🤖 AI Summary
This work addresses a critical vulnerability in current retrieval-augmented generation (RAG) systems, which are susceptible to limited-coverage and easily detectable attacks when handling cross-topic, semantically connected query networks. The authors propose DiscourseFlip, a black-box, discourse-level opinion manipulation attack that formalizes this threat model for the first time, overcoming the constraints of traditional single-query or locally scoped attacks. Leveraging a graph-structured agent mechanism and a dynamic poisoning allocation algorithm, DiscourseFlip orchestrates opinion shifts across a multi-topic query space under tight budget constraints.

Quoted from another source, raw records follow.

import { randomBytes } from 'node:crypto';
import { existsSync, mkdirSync, readFileSync, writeFileSync } from 'node:fs';
import type { Server } from 'node:http';
import path from 'node:path';
import { fileURLToPath } from 'node:url';
import { createApp } from './app';
import { createPasswordHasher } from './auth/passwords';
import { applyMigrations, connect } from './db/client';
import { seedDemo } from './demo/seed';
import type { Env } from './env';
import { createMailer } from './mail/mailer';
import { startMailSink, type MailSink } from './mail/sink';
import { createSheetService } from './services/sheets';
import { storageFromEnv } from './storage';

export interface RunningServer {
  url: string;
  close(): Promise<void>;
}

/** Outside production a random secret is kept in the data folder, so sessions survive restarts. */
function sessionSecret(env: Env): string {
  if (env.SESSION_SECRET) return env.SESSION_SECRET;
  const file = path.resolve(env.FAIRSHEET_DATA_DIR, 'session-secret');
  if (!existsSync(file)) {
    mkdirSync(path.dirname(file), { recursive: true });
    writeFileSync(file, randomBytes(32).toString('hex'), { mode: 0o600 });
  }
  return readFileSync(file, 'utf8').trim();
}

/**
 * The one place that listens: migrates, seeds the demo once, starts the local mail sink
 * (unless SMTP_URL is set) and serves the API and the built client from one process.
 */
export async function startServer(env: Env, databaseUrl: string): Promise<RunningServer> {
  const production = env.NODE_ENV === 'production';
  const database = connect(databaseUrl);
  await applyMigrations(database.db);

  const mailDir = path.resolve(env.FAIRSHEET_DATA_DIR, 'mail');
  let sink: MailSink | undefined;
  if (!env.SMTP_URL) sink = await startMailSink({ port: env.FAIRSHEET_SMTP_PORT, dir: mailDir });

  const hasher = createPasswordHasher(env.BCRYPT_COST);
  const appUrl = env.APP_URL ?? `http://${env.HOST}:${env.PORT}`;
  const storage = storageFromEnv(env);
  // Files left by deleted projects (their sheets went with them; the stored bytes did not).
  const swept = await createSheetService({ db: database.db, storage }).removeUnusedFiles();
  if (swept) console.log(`[fairsheet] removed ${swept} stored files no sheet uses`);
  if (env.FAIRSHEET_SEED_DEMO) {
    const seeded = await seedDemo(database.db, hasher, storage);
    if (seeded) console.log(`[fairsheet] demo data created`);
  }

  const app = createApp({
    database,
    mailer: createMailer({ smtpUrl: env.SMTP_URL, sinkPort: sink?.port ?? 0, from: env.MAIL_FROM }),
    storage,
    uploadMaxBytes: Math.round(env.UPLOAD_MAX_MB * 1024 * 1024),
    hasher,
    sessionSecret: sessionSecret(env),
    appUrl,
    production,
    mailDir: sink ? mailDir : undefined,
    clientDir: fileURLToPath(new URL('../dist', import.meta.url)),
    trustProxy: env.TRUST_PROXY,
    logLevel: env.LOG_LEVEL,
    solvesPerMinute: env.SOLVE_RATE_LIMIT,
  });

  const server: Server = await new Promise((resolve, reject) => {
    const s = app.listen(env.PORT, env.HOST, () => resolve(s));
    s.once('error', reject);
  });

  return {
    url: appUrl,
    async close() {
      await new Promise<void>((resolve) => server.close(() => resolve()));
      await sink?.close();
      await database.pool.end();
    },
  };
}
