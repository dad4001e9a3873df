/**
 * Stage 2, parse: one mathjs parse of the prepared text, then a walk of its tree against the
 * allow-list into a checked `ExprNode`, each node given the offset of its token (tokens and
 * token-bearing nodes are aligned in source order). Parsed relations are cached by text.
 */
import { create, parseDependencies, type MathNode } from 'mathjs';
import { ExpressionError } from './error';
import { lex, type Token } from './lex';
import { EXPRESSION_LIMITS, checkLength, thousands } from './limits';
import {
  DEG_MARK,
  FUNCTIONS,
  INCH_MARK,
  QUALIFIER_MARK,
  UNIT_SYMBOLS,
  shown,
  type ExprNode,
  type FunctionName,
  type ParsedRelation,
} from './vocabulary';

// One private instance holding only the parser; never the global mathjs instance. (mathjs
// declares its dependency sets as entries of one record, so their types allow a missing one.)
const math = create({ parseDependencies: parseDependencies! });

const OPS: Record<string, '+' | '-' | '*' | '/' | '^'> = {
  add: '+',
  subtract: '-',
  multiply: '*',
  divide: '/',
  pow: '^',
};

/**
 * Converts one side's mathjs tree to an ExprNode, matching tokens in order for offsets.
 * Token-bearing nodes in an in-order walk of the tree come in source order, so the k-th
 * number/name/operator node corresponds to the k-th such token.
 */
class SideReader {
  private readonly seq: Token[];
  private k = 0;
  private aligned = true;
  constructor(
    tokens: Token[],
    private readonly fallbackAt: number,
  ) {
    this.seq = tokens.filter((t) => t.kind === 'num' || t.kind === 'ident' || t.kind === 'op');
  }

  private take(kind: Token['kind'], text?: string): number {
    const t = this.seq[this.k];
    if (this.aligned && t && t.kind === kind && (text === undefined || t.text === text)) {
      this.k++;
      return t.at;
    }
    this.aligned = false;
    return this.here();
  }

  private here(): number {
    return this.seq[Math.min(this.k, this.seq.length - 1)]?.at ?? this.fallbackAt;
  }

  /** `depth`: operations above this node (parentheses add none: the lexer bounds them). */
  walk(n: MathNode, depth = 0): ExprNode {
    if (depth > EXPRESSION_LIMITS.depth) {
      throw new ExpressionError(
        'over-limit',
        `more than ${EXPRESSION_LIMITS.depth} operations inside one another (each + or - of a ` +
          'chain is one more): split it into shorter relations',
        this.here(),
      );
    }
    switch (n.type) {
      case 'ParenthesisNode':
        return this.walk((n as unknown as { content: MathNode }).content, depth);
      case 'ConstantNode': {
        const v = (n as unknown as { value: unknown }).value;
        const at = this.take('num');
        if (typeof v !== 'number' || !Number.isFinite(v)) {
          throw new ExpressionError('forbidden', 'only numbers are allowed as constants', at);
        }
        return { t: 'num', v, at };
      }
      case 'SymbolNode': {
        const name = (n as unknown as { name: string }).name;
        const at = this.take('ident', name);
        if (name === INCH_MARK || name === INCH_MARK + INCH_MARK)
          return { t: 'unit', unit: 'inch', at };
        if (name === DEG_MARK) return { t: 'unit', unit: 'deg', at };
        if (name.includes(INCH_MARK) || name.includes(DEG_MARK)) {
          // mathjs reads `"abc"` or `a°` as one name with the marks inside it.
          throw new ExpressionError(
            'forbidden',
            `" and ° are unit marks: write them right after a number (1/8", 30°); text in quotes is not allowed`,
            at,
          );
        }
        // Own keys only: `toString` or `constructor` are names, not units or functions.
        const unit = Object.hasOwn(UNIT_SYMBOLS, name) ? UNIT_SYMBOLS[name] : undefined;
        if (unit) return { t: 'unit', unit, at };
        if (name === 'pi') return { t: 'num', v: Math.PI, at };
        if (Object.hasOwn(FUNCTIONS, name)) {
          throw new ExpressionError('forbidden', `${name} is a function: write ${name}(…)`, at);
        }
        return { t: 'sym', name: name.replace(QUALIFIER_MARK, '.'), at };
      }
      case 'OperatorNode': {
        const op = n as unknown as { fn: string; op: string; args: MathNode[]; implicit?: boolean };
        const [left, right, ...more] = op.args;
        if ((op.fn === 'unaryMinus' || op.fn === 'unaryPlus') && left && !right) {
          const at = this.take('op', op.op);
          const a = this.walk(left, depth + 1);
          return op.fn === 'unaryMinus' ? { t: 'neg', a, at } : a;
        }
        const sym = OPS[op.fn];
        if (!sym || !left || !right || more.length > 0) {
          throw new ExpressionError('forbidden', `operator '${op.op}' is not allowed`, this.here());
        }
        const a = this.walk(left, depth + 1);
        const at = op.implicit ? this.here() : this.take('op', op.op);
        const b = this.walk(right, depth + 1);
        return { t: 'bin', op: sym, a, b, at };
      }
      case 'FunctionNode': {
        const f = n as unknown as { fn: MathNode; args: MathNode[] };
        if (f.fn.type !== 'SymbolNode') {
          throw new ExpressionError('forbidden', 'only named functions can be called', this.here());
        }
        const name = (f.fn as unknown as { name: string }).name;
        const at = this.take('ident', name);
        const arity = Object.hasOwn(FUNCTIONS, name) ? FUNCTIONS[name as FunctionName] : null;
        if (!arity) {
          throw new ExpressionError(
            'forbidden',
            `unknown function '${shown(name)}' (allowed: ${Object.keys(FUNCTIONS).join(', ')})`,
            at,
          );
        }
        if (f.args.length < arity[0] || f.args.length > arity[1]) {
          const want = arity[0] === arity[1] ? `${arity[0]}` : `at least ${arity[0]}`;
          throw new ExpressionError(
            'syntax',
            `${name} takes ${want} argument${arity[0] === 1 && arity[1] === 1 ? '' : 's'}`,
            at,
          );
        }
        if (f.args.length > EXPRESSION_LIMITS.arguments) {
          throw new ExpressionError(
            'over-limit',
            `${name} takes at most ${EXPRESSION_LIMITS.arguments} arguments; this call has ${thousands(f.args.length)}`,
            at,
          );
        }
        return {
          t: 'call',
          fn: name as FunctionName,
          args: f.args.map((a) => this.walk(a, depth + 1)),
          at,
        };
      }
      case 'AssignmentNode':
        throw new ExpressionError(
          'forbidden',
          'assignment is not allowed inside a relation',
          this.here(),
        );
      case 'FunctionAssignmentNode':
        throw new ExpressionError('forbidden', 'function definitions are not allowed', this.here());
      case 'AccessorNode':
      case 'IndexNode':
        throw new ExpressionError(
          'forbidden',
          'property access and indexing are not allowed',
          this.here(),
        );
      case 'ArrayNode':
        throw new ExpressionError('forbidden', 'matrices are not allowed', this.here());
      default:
        throw new ExpressionError(
          'forbidden',
          `${n.type.replace(/Node$/, '').toLowerCase()} expressions are not allowed`,
          this.here(),
        );
    }
  }
}

/** mathjs parse, with its syntax errors turned into ours (offset from 0, not 1). */
function mathParse(text: string): MathNode {
  try {
    return math.parse(text);
  } catch (e) {
    // The limits above keep mathjs's recursion shallow; should a caller's own stack be nearly
    // full already, the overflow is still this relation's refusal, not the caller's crash.
    if (e instanceof RangeError) {
      throw new ExpressionError('over-limit', 'this expression is too deeply nested to read', 0);
    }
    const err = e as { message?: string; char?: number };
    const at = typeof err.char === 'number' ? Math.max(0, Math.min(err.char - 1, text.length)) : 0;
    const message = (err.message ?? 'syntax error').replace(/\s*\(char \d+\)\s*$/, '');
    throw new ExpressionError('syntax', message.charAt(0).toLowerCase() + message.slice(1), at);
  }
}

function collectNames(n: ExprNode, into: string[], seen: Set<string>): void {
  switch (n.t) {
    case 'sym':
      if (!seen.has(n.name)) {
        seen.add(n.name);
        into.push(n.name);
      }
      return;
    case 'neg':
      collectNames(n.a, into, seen);
      return;
    case 'bin':
      collectNames(n.a, into, seen);
      collectNames(n.b, into, seen);
      return;
    case 'call':
      for (const a of n.args) collectNames(a, into, seen);
      return;
    default:
      return;
  }
}

/** Parsed relations by text: re-solving on every keystroke re-parses only what changed. */
const cache = new Map<string, ParsedRelation | ExpressionError>();
const CACHE_LIMIT = 20_000;
/**
 * Characters of all cached texts. A tree takes some fifty times its text's size, so 20,000
 * relations at the character limit would hold gigabytes; real ones (a few dozen characters
 * each) fill the entries long before this.
 */
const CACHE_CHARACTERS = 2_000_000;
let cachedCharacters = 0;

/**
 * Forgets cached parses (benchmarks call it to measure cold solves).
 *
 * @example clearRelationCache()
 */
export function clearRelationCache(): void {
  cache.clear();
  cachedCharacters = 0;
}

/**
 * Parses and checks a relation `lhs = rhs`. Throws ExpressionError with the offset of the
 * offending token. Results are cached by text.
 *
 * @example parseRelation('overall = boss + slot').names // ['overall', 'boss', 'slot']
 * @example parseRelation('x = a[1]') // throws ExpressionError { code: 'forbidden', at: 5 }
 */
export function parseRelation(text: string): ParsedRelation {
  // Before the cache: a refused text is not kept (a megabyte each would fill it).
  checkLength(text, EXPRESSION_LIMITS.relationCharacters, 'a relation');
  const hit = cache.get(text);
  if (hit) {
    if (hit instanceof ExpressionError) throw hit;
    return hit;
  }
  let result: ParsedRelation | ExpressionError;
  try {
    result = parseRelationUncached(text);
  } catch (e) {
    if (!(e instanceof ExpressionError)) throw e;
    result = e;
  }
  while (
    cache.size > 0 &&
    (cache.size >= CACHE_LIMIT || cachedCharacters + text.length > CACHE_CHARACTERS)
  ) {
    const oldest = cache.keys().next().value as string;
    cache.delete(oldest);
    cachedCharacters -= oldest.length;
  }
  cache.set(text, result);
  cachedCharacters += text.length;
  if (result instanceof ExpressionError) throw result;
  return result;
}

function parseRelationUncached(text: string): ParsedRelation {
  const { tokens, prepared } = lex(text);
  const [eq, secondEq] = tokens.filter((t) => t.kind === 'eq');
  if (!eq)
    throw new ExpressionError('syntax', "a relation needs '=' between its two sides", text.length);
  if (secondEq) throw new ExpressionError('forbidden', "a relation has a single '='", secondEq.at);
  const eqAt = eq.at;
  if (prepared.slice(0, eqAt).trim() === '')
    throw new ExpressionError('syntax', 'the left side is empty', 0);
  if (prepared.slice(eqAt + 1).trim() === '')
    throw new ExpressionError('syntax', 'the right side is empty', text.length);
  // One mathjs parse for both sides: '=' becomes '<', the loosest operator the lexer lets
  // through (it refuses any other comparison), so the root is exactly (lhs) < (rhs).
  const root = mathParse(prepared.slice(0, eqAt) + '<' + prepared.slice(eqAt + 1)) as MathNode & {
    fn?: string;
    args?: MathNode[];
  };
  const [left, right, ...more] = root.args ?? [];
  if (root.type !== 'OperatorNode' || root.fn !== 'smaller' || !left || !right || more.length > 0) {
    throw new ExpressionError('syntax', 'a relation is one expression = another', eqAt);
  }
  const reader = new SideReader(tokens, 0);
  const lhs = reader.walk(left);
  const rhs = reader.walk(right);
  const names: string[] = [];
  const seen = new Set<string>();
  collectNames(lhs, names, seen);
  collectNames(rhs, names, seen);
  return { text, lhs, rhs, eqAt, names };
}

/**
 * Parses and checks a single expression (no `=`), e.g. for a formula field.
 *
 * @example parseExpression('hypot(a, b) / 2').t // 'bin'
 */
export function parseExpression(text: string): ExprNode {
  checkLength(text, EXPRESSION_LIMITS.characters, 'an expression');
  const { tokens, prepared } = lex(text);
  const eq = tokens.find((t) => t.kind === 'eq');
  if (eq) throw new ExpressionError('forbidden', "'=' is not allowed in an expression", eq.at);
  if (prepared.trim() === '') throw new ExpressionError('syntax', 'the expression is empty', 0);
  return new SideReader(tokens, 0).walk(mathParse(prepared));
}
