/**
 * Stage 4, compile: a bound relation as something the solver calls. Affine relations (most
 * chains) keep their coefficients; the others compile on first use to plain closures for the
 * value and the magnitude of the terms, and to forward-mode gradients (`gradient.ts`).
 */
import { applyFn, cosDeg, sinDeg } from './arithmetic';
import type { BNode } from './bind';
import { diagnose, type Diagnosis } from './diagnose';
import { compileGradient, type GradNode } from './gradient';

export interface CompiledRelation {
  text: string;
  /** Global indices of the dimensions used, in local order. */
  vars: Int32Array;
  names: string[];
  /** When the residual is affine in all its variables: residual = c + Σ a[j]·x[vars[j]]. */
  affine: { c: number; a: Float64Array } | null;
  /** lhs − rhs at the global value array x. */
  residual(x: Float64Array): number;
  /** The magnitude the residual is judged against (sum of the sizes of its terms). */
  scale(x: Float64Array): number;
  /** Residual, with ∂residual/∂x[vars[j]] written to g[j]. */
  gradient(x: Float64Array, g: Float64Array): number;
  /** 0: no variable of the mask occurs; 1: affine in them (others fixed); 2: non-linear. */
  degreeIn(inMask: (globalIndex: number) => boolean): 0 | 1 | 2;
  /** Why evaluation at x gives no finite number (division by zero, …), or null. */
  diagnose(x: Float64Array): Diagnosis | null;
}

/**
 * A relation bound to a model. Affine relations (most chains) are evaluated from their
 * coefficients; closures for the others are compiled on first use, so binding stays cheap.
 */
export class BoundRelation implements CompiledRelation {
  readonly vars: Int32Array;
  readonly affine: { c: number; a: Float64Array } | null;
  private value: Ev | null = null;
  private mag: Ev | null = null;
  private grad: GradNode | null = null;
  constructor(
    readonly text: string,
    private readonly root: BNode,
    vars: number[],
    readonly names: string[],
  ) {
    this.vars = Int32Array.from(vars);
    const a = new Float64Array(vars.length);
    const c = accumulateAffine(root, 1, a);
    this.affine = c === null ? null : { c, a };
  }

  residual(x: Float64Array): number {
    const af = this.affine;
    if (af) {
      let s = af.c;
      for (let j = 0; j < this.vars.length; j++) s += af.a[j]! * x[this.vars[j]!]!;
      return s;
    }
    this.value ??= compileValue(this.root);
    return this.value(x);
  }

  scale(x: Float64Array): number {
    const af = this.affine;
    if (af) {
      let s = Math.abs(af.c);
      for (let j = 0; j < this.vars.length; j++) s += Math.abs(af.a[j]! * x[this.vars[j]!]!);
      return s;
    }
    this.mag ??= compileMagnitude(this.root);
    return this.mag(x);
  }

  gradient(x: Float64Array, g: Float64Array): number {
    const af = this.affine;
    if (af) {
      g.set(af.a);
      return this.residual(x);
    }
    this.grad ??= compileGradient(this.root, this.vars.length);
    const v = this.grad.ev(x);
    if (this.grad.g) g.set(this.grad.g);
    else g.fill(0);
    return v;
  }

  degreeIn(inMask: (globalIndex: number) => boolean): 0 | 1 | 2 {
    return degreeIn(this.root, inMask);
  }

  diagnose(x: Float64Array) {
    return diagnose(this.root, x, this.names);
  }
}

/**
 * Adds f·node into the affine form (coefficients a, constant returned); null when the node is
 * not affine. Constant subtrees were folded while binding, so any non-number node holds a
 * variable: a product is affine only with a number on one side, a quotient with a number below.
 */
function accumulateAffine(n: BNode, f: number, a: Float64Array): number | null {
  switch (n.t) {
    case 'num':
      return f * n.v;
    case 'var':
      // a has one entry per local variable: n.j is one of them.
      a[n.j]! += f;
      return 0;
    case 'neg':
      return accumulateAffine(n.a, -f, a);
    case 'bin': {
      let x: number | null;
      let y: number | null;
      switch (n.op) {
        case '+':
        case '-':
          x = accumulateAffine(n.a, f, a);
          if (x === null) return null;
          y = accumulateAffine(n.b, n.op === '+' ? f : -f, a);
          return y === null ? null : x + y;
        case '*':
          if (n.a.t === 'num') return accumulateAffine(n.b, f * n.a.v, a);
          if (n.b.t === 'num') return accumulateAffine(n.a, f * n.b.v, a);
          return null;
        case '/':
          return n.b.t === 'num' ? accumulateAffine(n.a, f / n.b.v, a) : null;
        default:
          return null;
      }
    }
    case 'call':
      return null;
  }
}

function degreeIn(n: BNode, inMask: (gi: number) => boolean): 0 | 1 | 2 {
  switch (n.t) {
    case 'num':
      return 0;
    case 'var':
      return inMask(n.gi) ? 1 : 0;
    case 'neg':
      return degreeIn(n.a, inMask);
    case 'bin': {
      const a = degreeIn(n.a, inMask);
      if (a === 2) return 2;
      const b = degreeIn(n.b, inMask);
      switch (n.op) {
        case '+':
        case '-':
          return Math.max(a, b) as 0 | 1 | 2;
        case '*':
          return a + b > 1 ? 2 : ((a + b) as 0 | 1);
        case '/':
          return b === 0 ? a : 2;
        case '^':
          return a === 0 && b === 0 ? 0 : 2;
      }
      return 2;
    }
    case 'call':
      return n.args.every((x) => degreeIn(x, inMask) === 0) ? 0 : 2;
  }
}

export type Ev = (x: Float64Array) => number;

function compileValue(n: BNode): Ev {
  switch (n.t) {
    case 'num': {
      const v = n.v;
      return () => v;
    }
    case 'var': {
      const i = n.gi;
      return (x) => x[i]!;
    }
    case 'neg': {
      const a = compileValue(n.a);
      return (x) => -a(x);
    }
    case 'bin': {
      const a = compileValue(n.a);
      const b = compileValue(n.b);
      switch (n.op) {
        case '+':
          return (x) => a(x) + b(x);
        case '-':
          return (x) => a(x) - b(x);
        case '*':
          return (x) => a(x) * b(x);
        case '/':
          return (x) => a(x) / b(x);
        case '^':
          return (x) => a(x) ** b(x);
      }
      throw new Error('unreachable');
    }
    case 'call': {
      const args = n.args.map(compileValue);
      const fn = n.fn;
      const [a] = args;
      if (a && args.length === 1) {
        switch (fn) {
          case 'sqrt':
            return (x) => Math.sqrt(a(x));
          case 'abs':
            return (x) => Math.abs(a(x));
          case 'sin':
            return (x) => sinDeg(a(x));
          case 'cos':
            return (x) => cosDeg(a(x));
          default:
            return (x) => applyFn(fn, [a(x)]);
        }
      }
      return (x) =>
        applyFn(
          fn,
          args.map((f) => f(x)),
        );
    }
  }
}

/** Sum of the magnitudes of the additive terms: the scale a residual is judged against. */
function compileMagnitude(n: BNode): Ev {
  if (n.t === 'bin' && (n.op === '+' || n.op === '-')) {
    const a = compileMagnitude(n.a);
    const b = compileMagnitude(n.b);
    return (x) => a(x) + b(x);
  }
  if (n.t === 'neg') return compileMagnitude(n.a);
  const v = compileValue(n);
  return (x) => Math.abs(v(x));
}
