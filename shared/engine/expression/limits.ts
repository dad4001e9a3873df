/** How large an expression may be, checked while its text is read. */
import { ExpressionError } from './error';

/**
 * How large one expression may be. A drawing's relations are chains of a few to a few dozen
 * names, and a whole locomotive's drawing set has no relation longer than a few lines; these
 * limits are far beyond that. They exist because every walk of a tree here (reading, binding,
 * compiling, evaluating) goes one call deeper per level, and mathjs's own parser about twenty
 * calls deeper per parenthesis: text of any size would otherwise overflow the stack. Each is
 * checked while the text is read, before anything recurses over it.
 */
export const EXPRESSION_LIMITS = Object.freeze({
  /** Characters of an expression (a feature's position), or of one side of a relation. */
  characters: 2000,
  /** Characters of a relation: room for two sides as long as an expression. */
  relationCharacters: 4000,
  /** Parentheses (a function call's own included) open inside one another. */
  nesting: 64,
  /**
   * Operations inside one another. Each `+` of a chain is one level deeper than the last, so
   * this is also the longest sum: 200 terms, where a real chain has a few dozen.
   */
  depth: 200,
  /** Arguments of one min, max or hypot. */
  arguments: 250,
});

export const thousands = (n: number) => n.toLocaleString('en-GB');

/** Refuses text over `limit` characters, at the first character past it. */
export function checkLength(text: string, limit: number, what: string): void {
  if (text.length > limit) {
    throw new ExpressionError(
      'over-limit',
      `${what} is at most ${thousands(limit)} characters; this one has ${thousands(text.length)}`,
      limit,
    );
  }
}
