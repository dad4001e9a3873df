/**
 * Relations between dimensions: `overall = boss + slot + web`.
 *
 * Text is parsed by one private mathjs instance that has only the parser (parse, never
 * evaluate: no function of mathjs ever runs on a user's string). The tree is then walked
 * against an allow-list (numbers, unit literals, dimension names, + − × ÷ ^, parentheses,
 * sqrt, abs, min, max, hypot, trigonometry in degrees, pi) and compiled into plain closures,
 * with forward-mode derivatives for the solver's Jacobians. Anything else is refused with the
 * character offset of the offending token.
 *
 * Units: internally every length is in the model unit and every angle in degrees, so a bare
 * number in a relation means "in the model unit" and needs no conversion. A unit literal
 * (`3/16 in`, `2 mm`, `30 deg`, `30°`, `1/8"`) is converted to the model unit. Lengths,
 * angles and plain numbers are checked: a length plus an angle is a unit mismatch. Angles
 * behave as tagged plain numbers (an angle plus a count is fine, `360 / n` may be an angle).
 *
 * One file a stage, in the order text goes through them:
 *
 *   limits.ts      sizes checked while the text is read (`EXPRESSION_LIMITS`)
 *   lex.ts         text → tokens with offsets; forbidden characters and words refused
 *   parse.ts       tokens → mathjs tree → checked `ExprNode` (allow-list, offsets); the cache
 *   bind.ts        names → dimensions, unit checks, constant folding
 *   compile.ts     affine coefficients, or closures for value and magnitude
 *   gradient.ts    forward-mode derivatives
 *   diagnose.ts    which operation gives no finite number, and where
 *   vocabulary.ts, arithmetic.ts, error.ts: the words, the arithmetic and the error they share
 */
export { EXPRESSION_LIMITS } from './limits';
export { ExpressionError, type ExpressionErrorCode } from './error';
export {
  RESERVED_NAMES,
  type ExprNode,
  type FunctionName,
  type ParsedRelation,
  type UnitSymbol,
} from './vocabulary';
export { clearRelationCache, parseExpression, parseRelation } from './parse';
export { bindRelation, type SymbolInfo, type SymbolQuantity, type UnitDim } from './bind';
export type { CompiledRelation } from './compile';
export { cosDeg, sinDeg } from './arithmetic';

Experimental results demonstrate that DiscourseFlip substantially outperforms baseline methods in both coverage and effectiveness, while user studies confirm its high stealthiness. Moreover, existing defense mechanisms prove largely ineffective against this novel attack paradigm.
📝 Abstract
Retrieval-Augmented Generation (RAG) systems are widely deployed and increasingly influential, but their reliance on external corpora exposes new security risks from poisoned retrieval content. Existing RAG attacks are largely focusing on individual queries or narrow topic-local query sets, which limits their practical reach and offers limited camouflage in real-world settings. In this paper, we introduce discourse-level opinion manipulation, a new threat model in which coordinated influence across a semantic query network induces opinion shifts over a holistic, multi-topic query space. We formalize this threat in a black-box setting and propose DiscourseFlip, an agentic, graph-guided attack that dynamically allocates a limited poisoning budget to maximize discourse-level opinion deviation. Extensive experiments demonstrate that DiscourseFlip consistently induces targeted opinion shifts across the contextualized query network and significantly outperforms existing baselines in terms of coverage and effectiveness. User studies further confirm that DiscourseFlip is effective while remaining well camouflaged from user detection. Moreover, systematic analyses show that existing mitigation strategies are ineffective against discourse-level manipulation, underscoring the urgent need for more robust and adaptive defenses to address discourse-level vulnerabilities.